Apparatus for carrying out a process for the thermomechanical treatment of a fleece track according to one of claims 1 to 15, which has: a fleece forming apparatus; a non-circular conveyor belt to receive the fleece track that is being formed as well as to transport the formed fleece track: thermal treatment station for the fleece track formed with an installation for crossing the fleece track with a stream have a predetermined gaseous current temperature and gaseous stream velocity: mechanical treatment station with bonderizing rollers. where the fleece track is conductive on the conveyor belt through the heat treatment station and through the mechanical treatment station, and where the temperature of the gaseous stream is below the melt temperature of the filament or fibers.

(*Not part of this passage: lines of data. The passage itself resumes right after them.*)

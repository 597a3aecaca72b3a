"""The shape of an observations CSV: its columns, the header's layout, and its problems.

Both CSV paths (:mod:`service.catalogue.csv_columns` and :mod:`service.catalogue.csv_rows`)
read the header into a :class:`Layout` first; problems are gathered with the line and
column they concern, up to :data:`MAX_REPORTED_ERRORS`.
"""

from __future__ import annotations

import re
from dataclasses import dataclass
from typing import IO

from service.core.bounds import MAX_COVARIATES_PER_FILE
from service.core.errors import ErrorItem, InvalidInput
from service.core.schemas import NAME_PATTERN

REQUIRED_COLUMNS = ("sku", "period", "price", "units")
OPTIONAL_COLUMNS = ("unit_cost", "in_stock")
MAX_REPORTED_ERRORS = 100
_NAME_RE = re.compile(NAME_PATTERN)


class CsvErrors:
    def __init__(self) -> None:
        self.items: list[ErrorItem] = []
        self.truncated = False

    def add(self, line: int, column: str | None, message: str) -> None:
        if len(self.items) < MAX_REPORTED_ERRORS:
            self.items.append(ErrorItem(line=line, column=column, message=message))
        else:
            self.truncated = True

    @property
    def full(self) -> bool:
        return self.truncated

    def raise_if_any(self) -> None:
        if self.items:
            more = " (only the first 100 problems are listed)" if self.truncated else ""
            raise InvalidInput(
                f"the file has {len(self.items)} problem(s){more}; nothing was written",
                errors=self.items,
            )


@dataclass(frozen=True)
class Layout:
    width: int
    sku: int
    period: int
    price: int
    units: int
    unit_cost: int | None
    in_stock: int | None
    covariates: tuple[tuple[int, str], ...]


def _hint(name: str, names: list[str], by_lower: dict[str, str]) -> str:
    """Why a required column may look missing: another separator, or another case."""
    if len(names) == 1 and ";" in names[0]:
        return "; the file looks semicolon-separated: separate columns with commas"
    if len(names) == 1 and "\t" in names[0]:
        return "; the file looks tab-separated: separate columns with commas"
    found = by_lower.get(name)
    if found is not None and found != name:
        return f"; column names are lower case: write {name!r}, not {found!r}"
    return ""


def read_header(names: list[str], errors: CsvErrors) -> Layout | None:
    seen: set[str] = set()
    for name in names:
        if name in seen:
            errors.add(1, name, f"column {name!r} appears more than once")
        seen.add(name)
    by_lower = {n.strip().lower(): n for n in names}
    for name in REQUIRED_COLUMNS:
        if name not in seen:
            errors.add(
                1, name, f"required column {name!r} is missing" + _hint(name, names, by_lower)
            )
    extra = [n for n in names if n not in REQUIRED_COLUMNS and n not in OPTIONAL_COLUMNS]
    if len(extra) > MAX_COVARIATES_PER_FILE:
        errors.add(
            1,
            None,
            f"a file has at most {MAX_COVARIATES_PER_FILE} covariate columns, "
            f"this one has {len(extra)}",
        )
        return None
    covariates = []
    for index, name in enumerate(names):
        if name in REQUIRED_COLUMNS or name in OPTIONAL_COLUMNS:
            continue
        if not _NAME_RE.match(name):
            errors.add(
                1,
                name or f"#{index + 1}",
                "covariate column names start with a letter or '_' and use letters, "
                "digits, '_', '.', '-' (at most 64)",
            )
        covariates.append((index, name))
    if errors.items:
        return None
    return Layout(
        width=len(names),
        sku=names.index("sku"),
        period=names.index("period"),
        price=names.index("price"),
        units=names.index("units"),
        unit_cost=names.index("unit_cost") if "unit_cost" in seen else None,
        in_stock=names.index("in_stock") if "in_stock" in seen else None,
        covariates=tuple(covariates),
    )


def bad_utf8_line(raw: IO[bytes], fallback: int) -> int:
    """The line of the first byte that is not UTF-8.

    The decoder reads ahead in blocks, so the CSV reader's position at the error can
    be hundreds of lines early; a second pass over the raw bytes finds the line itself
    (a newline byte is never part of a multi-byte UTF-8 sequence).
    """
    if not raw.seekable():
        return fallback
    raw.seek(0)
    for number, line in enumerate(raw, start=1):
        try:
            line.decode("utf-8")
        except UnicodeDecodeError:
            return number
    return fallback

17. Apparatus according to claim 16, wherein in the direction of travel of the conveyor belt behind the mechanical treatment station with bonderizing rollers. a stretching device is arranged in which the fleece track is insertable and the conveyor belt before the stretching device retracts to the fleece forming apparatus. Apparatus for carrying out a process for the thermomechanical treatment of a fleece track according to one of claims 1 to 15, with a fleece track winding station, thermal treatment station for the fleece track formed with an installation for a current to pass through the fleece track formed by a gaseous stream of predetermined temperature and speed: a mechanical treatment station in the form of a stretching apparatus. where the fleece track is introduced to the stretching apparatus practically with the preheating temperature established in the heat treatment station. R E S U M N A procedure for the thermomechanical treatment of a fleece track consisting of filaments and / or fibers of a thermoplastic synthetic material. in a continuous procedure. The fleece track moves in the thermomechanical treatment and with uniform speed. The fleece track first passes a heat treatment station and is traversed at that station by a gaseous stream with a gaseous stream velocity and a pre-established gas stream temperature being heated to a preheat temperature. The preheated fleece track is subjected to mechanical treatment. The temperature of the gaseous stream and the velocity of the gaseous stream, on the one hand, as well as the processing sections of the fleece track in the heat treatment station, on the other hand, are selected in such a way that the Preheating is below the temperature of the melting point of the filaments or fibers, at all speeds that the fleece track may acquire during operation including zero speed. Apparatus is also presented for carrying out the method according to the present invention.